VARf <- directforecast(VARHLag, model="VAR") # default is h=1
VARXf <- directforecast(VARXfit, model="VARX")
VARMAf <- directforecast(VARMAfit, model="VARMA")
mean((VARf-Ytest)^2)
#> [1] 2.448348
mean((VARXf-Ytest)^2)
#> [1] 2.506801
mean((VARMAf-Ytest)^2) # lowest=best
#> [1] 1.889274
The functions sparseVAR
, sparseVARX
, sparseVARMA
can also be used for the univariate setting where the response time series Y is univariate. Below we illustrate the usefulness of the sparse estimation procedure as automatic lag selection procedures.
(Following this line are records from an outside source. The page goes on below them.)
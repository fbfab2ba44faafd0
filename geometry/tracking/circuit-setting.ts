/**
 * Coil, trimmer and padder with which a circuit follows the frequencies asked of it, its section's
 * capacitance being what it is: least largest error over all places.
 */

import { resonantFrequency } from '../resonance';

/** Places over the turn, the same in both. */
export interface Task {
  /** What lies across the section there before the trimmer, F. */
  readonly across: readonly number[];
  /** Hz */
  readonly wanted: readonly number[];
}

export interface CircuitSetting {
  /** H */
  readonly coil: number;
  /** F; negative where the circuit has more than it should. */
  readonly trimmer: number;
  /** In series, F, or null for none. */
  readonly padder: number | null;
  /** Largest error to either side, Hz. */
  readonly peak: number;
}

const GOLDEN = (Math.sqrt(5) - 1) / 2;

/** Steps of both searches; each takes 0.618 of the width before. */
const TRIMMER_STEPS = 50;
const PADDER_STEPS = 32;
const SCALE_STEPS = 50;

/** A trimmer is sought so that the least total lies within this factor of where it began. */
const WIDTH = 20;

/** Where a function that falls and then rises is least, by golden section. */
function leastBetween(
  from: number,
  to: number,
  steps: number,
  at: (x: number) => number,
): number {
  let [a, b] = [from, to];
  let left = b - GOLDEN * (b - a);
  let right = a + GOLDEN * (b - a);
  let [atLeft, atRight] = [at(left), at(right)];
  for (let i = 0; i < steps; i++) {
    if (atLeft < atRight) {
      [b, right, atRight] = [right, left, atLeft];
      left = b - GOLDEN * (b - a);
      atLeft = at(left);
    } else {
      [a, left, atLeft] = [left, right, atRight];
      right = a + GOLDEN * (b - a);
      atRight = at(right);
    }
  }
  return (a + b) / 2;
}

const inSeries = (across: number, padder: number | null): number =>
  padder === null ? across : (padder * across) / (padder + across);

/** Frequencies of a circuit at all places, Hz. */
export function tunedBy(
  across: readonly number[],
  { coil, trimmer, padder }: Pick<CircuitSetting, 'coil' | 'trimmer' | 'padder'>,
): number[] {
  return across.map((own) => resonantFrequency(inSeries(own + trimmer, padder), coil));
}

/**
 * The coil only scales the circuit's frequency: the best one makes the largest error to either
 * side alike.
 */
function coilFor({ across, wanted }: Task, trimmer: number, padder: number | null) {
  const tuned = tunedBy(across, { coil: 1, trimmer, padder });
  const ratios = tuned.map((value, i) => wanted[i]! / value);
  let [small, large] = [Math.min(...ratios), Math.max(...ratios)];
  const ends = (scale: number): readonly [most: number, least: number] => {
    let [most, least] = [-Infinity, Infinity];
    for (const [i, value] of tuned.entries()) {
      const error = scale * value - wanted[i]!;
      if (error > most) most = error;
      if (error < least) least = error;
    }
    return [most, least];
  };
  for (let i = 0; i < SCALE_STEPS; i++) {
    const middle = (small + large) / 2;
    const [most, least] = ends(middle);
    if (most + least > 0) large = middle;
    else small = middle;
  }
  const scale = (small + large) / 2;
  return { coil: 1 / scale ** 2, peak: ends(scale)[0] };
}

/** The best coil and trimmer for a padder as it is, F, or for none. */
export function settingWith(task: Task, padder: number | null): CircuitSetting {
  const least = Math.min(...task.across);
  const trimmerAt = (x: number): number => least * (WIDTH ** x - 1);
  const best = leastBetween(
    -1,
    1,
    TRIMMER_STEPS,
    (x) => coilFor(task, trimmerAt(x), padder).peak,
  );
  const trimmer = trimmerAt(best);
  return { ...coilFor(task, trimmer, padder), trimmer, padder };
}

/** The best coil and trimmer, and the padder if one does better than none. */
export function bestSetting(task: Task): CircuitSetting {
  const most = Math.max(...task.across);
  const padderAt = (x: number): number => most * 10 ** x;
  const best = leastBetween(-1, 2, PADDER_STEPS, (x) => settingWith(task, padderAt(x)).peak);
  const padded = settingWith(task, padderAt(best));
  const plain = settingWith(task, null);
  return padded.peak < plain.peak ? padded : plain;
}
We start by generating a time series of length n = 50 from a stationary AR model and by plotting it. The sparseVAR
function can also be used in the univariate case as it allows the argument Y
to be a vector. The lagmatrix
function gives the selected autoregressive order of the sparse AR model. The true order is one.
n <- 50
y <- rep(NA, n)
y[1] <- rnorm(1, sd=0.1)
for(i in 2:n){
y[i] <- 0.5*y[i-1] + rnorm(1, sd=0.1)
}
par(mfrow=c(1,1))
plot(y, type="l", xlab="Time", ylab="")
ARfit <- sparseVAR(Y=y)
lagmatrix(fit=ARfit, model="VAR")
#> $LPhi
#> [,1]
#> [1,] 1
We start by generating a time series of length n = 50 from a stationary ARX model and by plotting it. The sparseVARX
function can also be used in the univariate case as it allows the arguments Y
and X
to be vectors. The lagmatrix
function gives the selected endogenous (under LPhi
) and exogenous autoregressive (under LB
) orders of the sparse ARX model. The true orders are one.
n <- 50
y <- x <- rep(NA, n)
x[1] <- rnorm(1, sd=0.1)
y[1] <- rnorm(1, sd=0.1)
for(i in 2:n){
x[i] <- 0.8*x[i-1] + rnorm(1, sd=0.1)
y[i] <- 0.5*y[i-1] + 0.2*x[i-1] + rnorm(1, sd=0.1)
}
par(mfrow=c(1,1))
plot(y, type="l", xlab="Time", ylab="")
ARXfit <- sparseVARX(Y=y, X=x)
lagmatrix(fit=ARXfit, model="VARX")
#> $LPhi
#> [,1]
#> [1,] 1
#>
#> $LB
#> [,1]
#> [1,] 1
We start by generating a time series of length n = 50 from a stationary ARMA model and by plotting it. The sparseVARMA
function can also be used in the univariate case as it allows the argument Y
to be a vector. The lagmatrix
function gives the selected autoregressive (under LPhi
) and moving average (under LTheta
) orders of the sparse ARMA model. The true orders are one.
n <- 50
y <- u <- rep(NA, n)
y[1] <- rnorm(1, sd=0.1)
u[1] <- rnorm(1, sd=0.1)
for(i in 2:n){
u[i] <- rnorm(1, sd=0.1)
y[i] <- 0.5*y[i-1] + 0.2*u[i-1] + u[i]
}
par(mfrow=c(1,1))
plot(y, type="l", xlab="Time", ylab="")
ARMAfit <- sparseVARMA(Y=y)
lagmatrix(fit=ARMAfit, model="VARMA")
#> $LPhi
#> [,1]
#> [1,] 1
#>
#> $LTheta
#> [,1]
#> [1,] 1
-
Nicholson William B., Bien Jacob and Matteson David S. (2017), "High Dimensional Forecasting via Interpretable Vector Autoregression", arXiv:1412.5250v2.
-
Wilms Ines, Sumanta Basu, Bien Jacob and Matteson David S. (2017), "Sparse Identification and Estimation of High-Dimensional Vector AutoRegressive Moving Averages", arXiv:1707.09208.
-
Wilms Ines, Sumanta Basu, Bien Jacob and Matteson David S. (2017), "Interpretable Vector AutoRegressions with Exogenous Time Series", arXiv.